Exercise in exact copying. Transcribe every entry that follows, word for word.

PROVIDED RECORDS Start Marker

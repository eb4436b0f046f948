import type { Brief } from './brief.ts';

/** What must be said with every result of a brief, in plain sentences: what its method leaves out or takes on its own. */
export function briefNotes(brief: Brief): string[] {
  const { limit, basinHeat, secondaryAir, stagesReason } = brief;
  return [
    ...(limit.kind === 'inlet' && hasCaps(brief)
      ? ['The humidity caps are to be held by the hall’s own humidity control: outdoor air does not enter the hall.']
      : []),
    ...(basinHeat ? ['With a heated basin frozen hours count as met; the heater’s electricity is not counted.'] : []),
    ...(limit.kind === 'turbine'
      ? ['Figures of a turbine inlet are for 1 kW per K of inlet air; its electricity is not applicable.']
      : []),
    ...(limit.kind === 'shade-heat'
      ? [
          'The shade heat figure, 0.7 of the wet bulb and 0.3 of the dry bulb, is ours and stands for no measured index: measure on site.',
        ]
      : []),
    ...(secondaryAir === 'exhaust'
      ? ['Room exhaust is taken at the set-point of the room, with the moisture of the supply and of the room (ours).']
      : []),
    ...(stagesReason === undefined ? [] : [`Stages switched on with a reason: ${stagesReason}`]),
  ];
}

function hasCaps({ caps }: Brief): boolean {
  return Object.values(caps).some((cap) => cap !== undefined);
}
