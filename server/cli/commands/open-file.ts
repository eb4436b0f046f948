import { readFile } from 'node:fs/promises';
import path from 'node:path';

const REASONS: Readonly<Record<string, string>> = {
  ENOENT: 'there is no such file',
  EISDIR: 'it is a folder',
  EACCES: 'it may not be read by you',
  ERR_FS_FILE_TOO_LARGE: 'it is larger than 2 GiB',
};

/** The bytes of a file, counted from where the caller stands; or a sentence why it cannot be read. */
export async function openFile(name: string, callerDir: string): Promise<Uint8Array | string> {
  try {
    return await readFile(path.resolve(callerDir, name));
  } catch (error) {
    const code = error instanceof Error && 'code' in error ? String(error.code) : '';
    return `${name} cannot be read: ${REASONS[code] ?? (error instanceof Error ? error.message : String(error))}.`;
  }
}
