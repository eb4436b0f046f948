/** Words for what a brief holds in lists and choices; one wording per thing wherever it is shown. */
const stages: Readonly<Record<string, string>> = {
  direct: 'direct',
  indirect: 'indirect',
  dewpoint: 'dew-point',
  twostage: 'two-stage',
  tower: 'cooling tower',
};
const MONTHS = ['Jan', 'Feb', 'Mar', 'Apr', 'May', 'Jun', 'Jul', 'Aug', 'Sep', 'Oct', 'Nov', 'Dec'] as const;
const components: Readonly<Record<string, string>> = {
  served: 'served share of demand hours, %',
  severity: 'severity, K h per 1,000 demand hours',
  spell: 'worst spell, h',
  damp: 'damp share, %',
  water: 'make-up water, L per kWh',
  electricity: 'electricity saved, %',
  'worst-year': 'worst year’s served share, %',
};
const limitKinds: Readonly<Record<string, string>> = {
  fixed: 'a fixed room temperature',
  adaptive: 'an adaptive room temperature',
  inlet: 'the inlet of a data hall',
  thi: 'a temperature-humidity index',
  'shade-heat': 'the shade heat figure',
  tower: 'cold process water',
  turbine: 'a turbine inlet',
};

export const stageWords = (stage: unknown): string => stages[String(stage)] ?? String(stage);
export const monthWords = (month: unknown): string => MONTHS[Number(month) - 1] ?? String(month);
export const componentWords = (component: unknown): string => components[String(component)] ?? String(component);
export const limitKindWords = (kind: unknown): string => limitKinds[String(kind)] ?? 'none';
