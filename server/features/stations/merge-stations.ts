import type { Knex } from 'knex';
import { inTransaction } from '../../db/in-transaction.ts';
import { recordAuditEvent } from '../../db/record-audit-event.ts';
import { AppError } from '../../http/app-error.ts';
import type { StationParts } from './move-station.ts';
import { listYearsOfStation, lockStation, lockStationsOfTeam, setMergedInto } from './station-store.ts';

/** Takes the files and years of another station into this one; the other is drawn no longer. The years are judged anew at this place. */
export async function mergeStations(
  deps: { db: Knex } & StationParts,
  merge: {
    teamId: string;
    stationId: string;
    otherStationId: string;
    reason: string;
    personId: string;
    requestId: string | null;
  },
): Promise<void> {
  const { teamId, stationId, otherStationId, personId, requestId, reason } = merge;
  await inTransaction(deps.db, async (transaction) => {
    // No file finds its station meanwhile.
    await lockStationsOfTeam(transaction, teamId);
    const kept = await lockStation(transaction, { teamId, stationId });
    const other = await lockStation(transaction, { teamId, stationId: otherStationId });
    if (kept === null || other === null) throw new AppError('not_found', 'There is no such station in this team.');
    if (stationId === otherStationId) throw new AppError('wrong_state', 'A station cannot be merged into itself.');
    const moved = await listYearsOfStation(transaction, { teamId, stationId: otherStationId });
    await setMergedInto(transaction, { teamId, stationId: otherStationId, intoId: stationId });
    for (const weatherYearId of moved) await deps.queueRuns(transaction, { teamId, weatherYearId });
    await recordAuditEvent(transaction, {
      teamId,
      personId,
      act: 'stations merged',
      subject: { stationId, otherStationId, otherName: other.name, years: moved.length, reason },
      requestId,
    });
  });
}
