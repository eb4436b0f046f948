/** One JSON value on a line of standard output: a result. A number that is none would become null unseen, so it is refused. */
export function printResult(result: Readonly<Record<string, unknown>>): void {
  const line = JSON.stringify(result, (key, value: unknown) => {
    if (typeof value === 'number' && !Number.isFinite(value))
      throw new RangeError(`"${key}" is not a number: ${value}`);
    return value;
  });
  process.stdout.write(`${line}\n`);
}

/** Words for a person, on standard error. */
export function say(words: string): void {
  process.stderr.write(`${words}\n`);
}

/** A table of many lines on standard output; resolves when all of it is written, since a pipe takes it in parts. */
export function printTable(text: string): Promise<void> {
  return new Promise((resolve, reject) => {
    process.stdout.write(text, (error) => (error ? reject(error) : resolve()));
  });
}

PROVIDED RECORDS End Marker

▶ _SOLUTION BELOW_:
repository eb4436b0f046f948
import type { Brief } from './brief.ts';

/** What must be said with every result of a brief, in plain sentences: what its method leaves out or takes on its own. */
export function briefNotes(brief: Brief): string[] {
  const { limit, basinHeat, secondaryAir, stagesReason } = brief;
  return [
    ...(limit.kind === 'inlet' && hasCaps(brief)
      ? ['The humidity caps are to be held by the hall’s own humidity control: outdoor air does not enter the hall.']
      : []),
    ...(basinHeat ? ['With a heated basin frozen hours count as met; the heater’s electricity is not counted.'] : []),
    ...(limit.kind === 'turbine'
      ? ['Figures of a turbine inlet are for 1 kW per K of inlet air; its electricity is not applicable.']
      : []),
    ...(limit.kind === 'shade-heat'
      ? [
          'The shade heat figure, 0.7 of the wet bulb and 0.3 of the dry bulb, is ours and stands for no measured index: measure on site.',
        ]
      : []),
    ...(secondaryAir === 'exhaust'
      ? ['Room exhaust is taken at the set-point of the room, with the moisture of the supply and of the room (ours).']
      : []),
    ...(stagesReason === undefined ? [] : [`Stages switched on with a reason: ${stagesReason}`]),
  ];
}

function hasCaps({ caps }: Brief): boolean {
  return Object.values(caps).some((cap) => cap !== undefined);
}
filename server/cli/commands/open-file.ts
repository eb4436b0f046f948
import { readFile } from 'node:fs/promises';
import path from 'node:path';

const REASONS: Readonly<Record<string, string>> = {
  ENOENT: 'there is no such file',
  EISDIR: 'it is a folder',
  EACCES: 'it may not be read by you',
  ERR_FS_FILE_TOO_LARGE: 'it is larger than 2 GiB',
};

/** The bytes of a file, counted from where the caller stands; or a sentence why it cannot be read. */
export async function openFile(name: string, callerDir: string): Promise<Uint8Array | string> {
  try {
    return await readFile(path.resolve(callerDir, name));
  } catch (error) {
    const code = error instanceof Error && 'code' in error ? String(error.code) : '';
    return `${name} cannot be read: ${REASONS[code] ?? (error instanceof Error ? error.message : String(error))}.`;
  }
}
repository eb4436b0f046f948
/** Words for what a brief holds in lists and choices; one wording per thing wherever it is shown. */
const stages: Readonly<Record<string, string>> = {
  direct: 'direct',
  indirect: 'indirect',
  dewpoint: 'dew-point',
  twostage: 'two-stage',
  tower: 'cooling tower',
};
const MONTHS = ['Jan', 'Feb', 'Mar', 'Apr', 'May', 'Jun', 'Jul', 'Aug', 'Sep', 'Oct', 'Nov', 'Dec'] as const;
const components: Readonly<Record<string, string>> = {
  served: 'served share of demand hours, %',
  severity: 'severity, K h per 1,000 demand hours',
  spell: 'worst spell, h',
  damp: 'damp share, %',
  water: 'make-up water, L per kWh',
  electricity: 'electricity saved, %',
  'worst-year': 'worst year’s served share, %',
};
const limitKinds: Readonly<Record<string, string>> = {
  fixed: 'a fixed room temperature',
  adaptive: 'an adaptive room temperature',
  inlet: 'the inlet of a data hall',
  thi: 'a temperature-humidity index',
  'shade-heat': 'the shade heat figure',
  tower: 'cold process water',
  turbine: 'a turbine inlet',
};

export const stageWords = (stage: unknown): string => stages[String(stage)] ?? String(stage);
export const monthWords = (month: unknown): string => MONTHS[Number(month) - 1] ?? String(month);
export const componentWords = (component: unknown): string => components[String(component)] ?? String(component);
export const limitKindWords = (kind: unknown): string => limitKinds[String(kind)] ?? 'none';
filename server/features/stations/merge-stations.ts
import type { Knex } from 'knex';
import { inTransaction } from '../../db/in-transaction.ts';
import { recordAuditEvent } from '../../db/record-audit-event.ts';
import { AppError } from '../../http/app-error.ts';
import type { StationParts } from './move-station.ts';
import { listYearsOfStation, lockStation, lockStationsOfTeam, setMergedInto } from './station-store.ts';

/** Takes the files and years of another station into this one; the other is drawn no longer. The years are judged anew at this place. */
export async function mergeStations(
  deps: { db: Knex } & StationParts,
  merge: {
    teamId: string;
    stationId: string;
    otherStationId: string;
    reason: string;
    personId: string;
    requestId: string | null;
  },
): Promise<void> {
  const { teamId, stationId, otherStationId, personId, requestId, reason } = merge;
  await inTransaction(deps.db, async (transaction) => {
    // No file finds its station meanwhile.
    await lockStationsOfTeam(transaction, teamId);
    const kept = await lockStation(transaction, { teamId, stationId });
    const other = await lockStation(transaction, { teamId, stationId: otherStationId });
    if (kept === null || other === null) throw new AppError('not_found', 'There is no such station in this team.');
    if (stationId === otherStationId) throw new AppError('wrong_state', 'A station cannot be merged into itself.');
    const moved = await listYearsOfStation(transaction, { teamId, stationId: otherStationId });
    await setMergedInto(transaction, { teamId, stationId: otherStationId, intoId: stationId });
    for (const weatherYearId of moved) await deps.queueRuns(transaction, { teamId, weatherYearId });
    await recordAuditEvent(transaction, {
      teamId,
      personId,
      act: 'stations merged',
      subject: { stationId, otherStationId, otherName: other.name, years: moved.length, reason },
      requestId,
    });
  });
}
repository eb4436b0f046f948
/** One JSON value on a line of standard output: a result. A number that is none would become null unseen, so it is refused. */
export function printResult(result: Readonly<Record<string, unknown>>): void {
  const line = JSON.stringify(result, (key, value: unknown) => {
    if (typeof value === 'number' && !Number.isFinite(value))
      throw new RangeError(`"${key}" is not a number: ${value}`);
    return value;
  });
  process.stdout.write(`${line}\n`);
}

/** Words for a person, on standard error. */
export function say(words: string): void {
  process.stderr.write(`${words}\n`);
}

/** A table of many lines on standard output; resolves when all of it is written, since a pipe takes it in parts. */
export function printTable(text: string): Promise<void> {
  return new Promise((resolve, reject) => {
    process.stdout.write(text, (error) => (error ? reject(error) : resolve()));
  });
}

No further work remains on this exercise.